Overview
h5Seurat is the native HDF5 format for Seurat objects. It stores all
components – expression matrices, metadata, reductions, graphs, and
spatial data – in a single .h5Seurat file. This vignette
provides a quick example followed by the format specification.
Quick example
obj <- readRDS(system.file("extdata", "pbmc_demo.rds", package = "scConvert"))
h5s_path <- tempfile(fileext = ".h5Seurat")
writeH5Seurat(obj, h5s_path, overwrite = TRUE, verbose = FALSE)
obj_loaded <- readH5Seurat(h5s_path, verbose = FALSE)
#> Validating h5Seurat file
#> Warning: Adding a command log without an assay associated with it
#> Adding a command log without an assay associated with it
cat("Cells:", ncol(obj_loaded), "| Genes:", nrow(obj_loaded), "\n")

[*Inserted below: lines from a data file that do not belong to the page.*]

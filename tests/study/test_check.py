"""What a check compares, what it says it did not compare, and what it refuses."""

from __future__ import annotations

import importlib.util
import json
from collections.abc import Callable
from pathlib import Path
from typing import Any

import numpy as np
import pytest

import optics
from optics.device.case import case_from_dict
from optics.kernels import budget as engine
from optics.outcome import budget as outcome
from optics.outcome import light
from optics.study.check import Check, check
from optics.study.check_rows import KINDS

_spec = importlib.util.spec_from_file_location(
    "check_devices", Path(__file__).with_name("check_devices.py")
)
assert _spec is not None
assert _spec.loader is not None
devices = importlib.util.module_from_spec(_spec)
_spec.loader.exec_module(devices)

ANGLES = (0.0, 35.0, 70.0)


def checked(document: dict[str, Any], **options: Any) -> Check:
    return check(case_from_dict(document), **{"angles_deg": ANGLES, **options})


def results(outcome: Check, kind: str, quantity: str | None = None) -> list[str]:
    return [
        row.result for row in outcome.rows if row.kind == kind and quantity in (None, row.quantity)
    ]


def failing(outcome: Check) -> set[tuple[str, str]]:
    return {(row.kind, row.quantity) for row in outcome.rows if row.result == "fail"}


def test_an_ordinary_device_passes_in_every_kind() -> None:
    found = checked(devices.ordinary())
    assert found.passed
    assert found.summary() == [
        {**entry, "failed": 0, "not_checked": 0} for entry in found.summary()
    ]
    # 2 sides, 3 channels, 3 angles; 2 sides, s and p, 3 angles, 3 numbers; 10 powers, 2 dipoles
    counts = {entry["kind"]: entry["checked"] for entry in found.summary()}
    assert counts["far field"] == 18
    assert counts["light from outside"] == 36
    assert counts["power"] == 20
    assert counts["energy balance"] == 2
    assert counts["average"] > 10


@pytest.mark.parametrize(
    "document",
    [
        devices.device(
            ("high", 60.0), ("host", 80.0), ("silver-like", 20.0),
            substrate={"material": "glass", "thickness_mm": 0.7, "exit": "matched"},
            cover={"material": "host", "thickness_mm": 0.2},
        ),
        devices.device(
            ("high", 60.0), ("host", 80.0), ("silver-like", 20.0),
            cover={"material": "glass", "thickness_mm": 0.2},
        ),
        devices.device(("silver-like", 35.0), ("host", 350.0), ("silver-like", 35.0)),
        devices.device(("high", 60.0), ("along", 80.0), ("silver-like", 100.0)),
    ],
    ids=["matched", "two slabs", "cavity", "birefringent emitter film"],
)  # fmt: skip
def test_devices_of_other_kinds_pass_with_nothing_left_out(document: dict[str, Any]) -> None:
    found = checked(document)
    assert failing(found) == set()
    assert all(row.result == "pass" for row in found.rows)


def test_guides_without_loss_are_checked_on_a_path_around_their_modes() -> None:
    found = checked(devices.device(("high", 60.0), ("host", 150.0), substrate=None))
    assert found.passed
    notes = {row.note for row in found.rows if row.kind == "power"}
    assert len(notes) == 1
    assert "guided mode(s) without loss" in notes.pop()
    guided = [row.engine for row in found.rows if row.quantity == "guided"]
    assert all(value is not None and value > 0.01 for value in guided)


@pytest.mark.parametrize(
    "document",
    [
        # found at random: a plasmon that couples weakly through its metal, modes near cut-off
        devices.device(
            ("host", 180.0),
            ("lossless-metal", 32.0),
            emitter=0,
            cover={"material": "glass", "thickness_mm": 0.5},
        ),
        devices.device(("host", 28.0), ("lossless-metal", 90.0), emitter=0, substrate=None),
        devices.device(("along", 125.0), ("high", 190.0), ("host", 30.0), emitter=0),
    ],
    ids=["weakly coupled plasmon", "near cut-off", "s and p close together"],
)
def test_sharp_modes_are_not_overlooked(document: dict[str, Any]) -> None:
    document["materials"]["lossless-metal"] = {"n": 1e-9, "k": 4.6}
    found = checked(document)
    assert failing(found) == set()
    assert "pass" in results(found, "power", "dissipated")


def test_absorbing_surroundings_are_listed_with_the_reason() -> None:
    document = devices.device(
        ("high", 60.0), ("host", 80.0), substrate=None, surroundings={"bottom": "silicon-like"}
    )
    found = checked(document)
    assert found.passed
    left_out = [row for row in found.rows if row.result == "not checked"]
    assert {(row.kind, row.side) for row in left_out} == {
        ("far field", "bottom"),
        ("light from outside", "bottom"),
    }
    assert all("surroundings absorb" in row.note for row in left_out)


@pytest.mark.parametrize(
    "films",
    [
        (("high", 60.0), ("across", 80.0), ("silver-like", 100.0)),
        (("along-lossy", 60.0), ("host", 80.0), ("silver-like", 100.0)),
    ],
    ids=["emitter film", "lossy film"],
)
def test_films_without_an_equivalent_are_listed_and_checked_another_way(
    films: tuple[tuple[str, float], ...],
) -> None:
    found = checked(devices.device(*films), angles_deg=(0.0, 60.0, 75.0))
    assert found.passed
    left_out = [row for row in found.rows if row.result == "not checked"]
    assert left_out
    assert {row.polarization for row in left_out} == {"p"}
    assert all("no isotropic equivalent" in row.note for row in left_out)
    for gap in (row for row in left_out if row.kind == "far field"):
        here = (gap.side, gap.angle_deg, gap.orientation, gap.polarization, gap.position_nm)
        others = [
            row
            for row in found.rows
            if row.kind == "far field"
            and (row.side, row.angle_deg, row.orientation, row.polarization, row.position_nm)
            == here
            and row.result == "pass"
        ]
        assert [row.method for row in others] == ["plane wave by effective admittances"]


def test_start_peak_and_end_unless_told_otherwise() -> None:
    grid = {"start_nm": 490, "stop_nm": 570, "step_nm": 10}
    document = devices.ordinary(wavelength=grid)
    found = checked(document)
    powers = {row.wavelength_nm for row in found.rows if row.kind == "power"}
    assert powers == {490.0, 530.0, 570.0}
    balance = [row.wavelength_nm for row in found.rows if row.quantity == "all destinations"]
    assert balance == list(np.arange(490.0, 571.0, 10.0))
    found = checked(document, wavelengths_nm=[510.0])
    assert {row.wavelength_nm for row in found.rows if row.kind == "power"} == {510.0}


def test_all_faults_of_the_options_at_once() -> None:
    with pytest.raises(optics.CaseError) as error:
        checked(devices.ordinary(), wavelengths_nm=[530.0, 531.0], angles_deg=(90.0, float("nan")))
    assert str(error.value).splitlines() == [
        "case: wavelengths: found 531 nm; expected a wavelength of the case's grid",
        "case: angles: found 90; expected degrees from 0 to below 90",
        "case: angles: found nan; expected degrees from 0 to below 90",
    ]


def test_the_result_is_plain_and_complete() -> None:
    found = optics.check(case_from_dict(devices.ordinary()))
    result = json.loads(json.dumps(found.to_dict(), allow_nan=False))
    assert result["schema"] == "outcouple.check/1"
    assert result["passed"] is True
    assert [entry["kind"] for entry in result["summary"]] == list(KINDS)
    frame = found.to_frame()
    assert len(frame) == len(result["rows"]) == len(found.rows)
    assert frame["difference"].max() <= frame["tolerance"].max()
    assert list(frame.columns) == list(result["rows"][0])


def _changed(
    monkeypatch: pytest.MonkeyPatch, module: Any, name: str, change: Callable[[Any], Any]
) -> None:
    real = getattr(module, name)
    monkeypatch.setattr(module, name, lambda *given: change(real(*given)))


@pytest.mark.parametrize("place", ["AIR_BOTTOM", "SUBSTRATE", "GUIDED", "SURFACE_PLASMON"])
def test_a_wrong_destination_is_caught(monkeypatch: pytest.MonkeyPatch, place: str) -> None:
    def change(found: engine.Budget) -> engine.Budget:
        shares = found.shares.copy()
        shares[..., getattr(engine, place)] *= 1.001
        return found._replace(shares=shares)

    _changed(monkeypatch, light, "light_budget", change)
    quantity = place.lower()
    expected = {
        ("power", quantity),
        ("energy balance", "all destinations"),
        ("energy balance", "chain of unit device"),
    }
    if place.startswith("AIR"):
        expected |= {("all directions", "light that leaves")}
    assert failing(checked(devices.ordinary())) == expected


def test_light_booked_under_another_name_is_caught(monkeypatch: pytest.MonkeyPatch) -> None:
    def change(found: engine.Budget) -> engine.Budget:
        shares = found.shares.copy()
        shares[..., [engine.GUIDED, engine.SURFACE_PLASMON]] = found.shares[
            ..., [engine.SURFACE_PLASMON, engine.GUIDED]
        ]
        return found._replace(shares=shares)

    _changed(monkeypatch, light, "light_budget", change)
    found = checked(devices.ordinary())
    assert failing(found) == {("power", "guided"), ("power", "surface_plasmon")}


def test_a_wrong_average_is_caught(monkeypatch: pytest.MonkeyPatch) -> None:
    _changed(
        monkeypatch,
        outcome,
        "emission",
        lambda found: found._replace(radiative_efficiency=1.001 * found.radiative_efficiency),
    )
    wrong = failing(checked(devices.ordinary()))
    assert ("average", "radiative_efficiency") in wrong
    assert ("average", "external_quantum_efficiency") in wrong


def test_a_value_that_is_no_number_is_caught(monkeypatch: pytest.MonkeyPatch) -> None:
    _changed(
        monkeypatch,
        light,
        "light_budget",
        lambda found: found._replace(shares=np.full_like(found.shares, np.nan)),
    )
    found = checked(devices.ordinary())
    assert not found.passed
    assert results(found, "energy balance", "all destinations") == ["fail"]
    assert set(results(found, "power", "guided")) == {"fail"}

#> Cells: 500 | Genes: 2000
cat("Assays:", paste(Assays(obj_loaded), collapse = ", "), "\n")
#> Assays: RNA
cat("Reductions:", paste(Reductions(obj_loaded), collapse = ", "), "\n")
#> Reductions: pca, umap
DimPlot(obj_loaded, reduction = "umap", group.by = "seurat_annotations") +
ggplot2::ggtitle("Loaded from h5Seurat")
Top-level structure
Every h5Seurat file has the following layout:
| Entry | Type | Required | Description |
|---|---|---|---|
cell.names |
Dataset (string) | Yes | Cell barcodes, length = n_cells |
meta.data |
Group or dataset | Yes | Cell-level metadata (data frame) |
assays/ |
Group | Yes | One sub-group per assay |
reductions/ |
Group | Yes | One sub-group per reduction |
graphs/ |
Group | Yes | One sub-group per neighbor graph |
images/ |
Group | No | Spatial image data (Visium, etc.) |
misc/ |
Group | Yes | Miscellaneous data (list) |
tools/ |
Group | Yes | Tool-specific results (list) |
commands/ |
Group | No | Command log |
Required attributes on the root group:
| Attribute | Type | Description |
|---|---|---|
project |
String | Seurat project name |
active.assay |
String | Default assay name (must exist in assays/) |
version |
String | Seurat version |
Assay layout
Each assay is stored under assays/{name}/:
| Entry | Type | Required | Description |
|---|---|---|---|
features |
Dataset (string) | Yes | Gene/feature names |
data |
Sparse group or dense dataset | Yes | Log-normalized expression (genes x cells) |
counts |
Sparse group or dense dataset | No | Raw UMI counts |
scale.data |
Dense dataset | No | Scaled expression (variable features x cells) |
scaled.features |
Dataset (string) | No | Feature names for scale.data |
variable.features |
Dataset (string) | No | Highly variable feature names |
meta.features |
Group or dataset | No | Feature-level metadata (data frame) |
misc |
Group | No | Additional assay data |
Required attribute: key (string) – the
assay key prefix (e.g., "rna_").
Seurat v5 Assay5 objects are automatically converted to
this layout, with layers stored as separate matrices.
Reductions layout
Each reduction is stored under reductions/{name}/:
| Entry | Type | Required | Description |
|---|---|---|---|
cell.embeddings |
Dense dataset | Yes | Embedding matrix (n_cells x n_components) |
feature.loadings |
Dense dataset | No | Gene loadings (PCA only) |
feature.loadings.projected |
Dense dataset | No | Projected loadings |
misc |
Group | No | Additional data |
Required attributes: active.assay
(string), key (string), global (logical).
Graphs layout
Each graph is stored under graphs/{name}/ as a sparse
matrix group:
| Entry | Type | Description |
|---|---|---|
data |
Dataset | Non-zero edge weights |
indices |
Dataset (int) | 0-based row indices |
indptr |
Dataset (int) | Column pointers (length = n_cells + 1) |
Required attribute: dims (2 integers) –
matrix dimensions. Optional attribute:
assay.used (string).
Common data types
Sparse matrices
Stored as CSC (compressed sparse column) with three datasets:
data, indices, indptr. This
matches the dgCMatrix layout in R. The dims
attribute records (n_rows, n_cols).
Factors
Stored as a group with two datasets:
-
levels– string dataset of unique levels -
values– integer dataset of 1-based level indices
This avoids HDF5 enum types, which are not supported by all HDF5 implementations.
Data frames
Stored as either:
- Dataset – compound HDF5 dataset (when no factors are present)
- Group – one dataset per column, with factors as sub-groups
Group-based data frames may include a colnames attribute
for column ordering and a row.names dataset.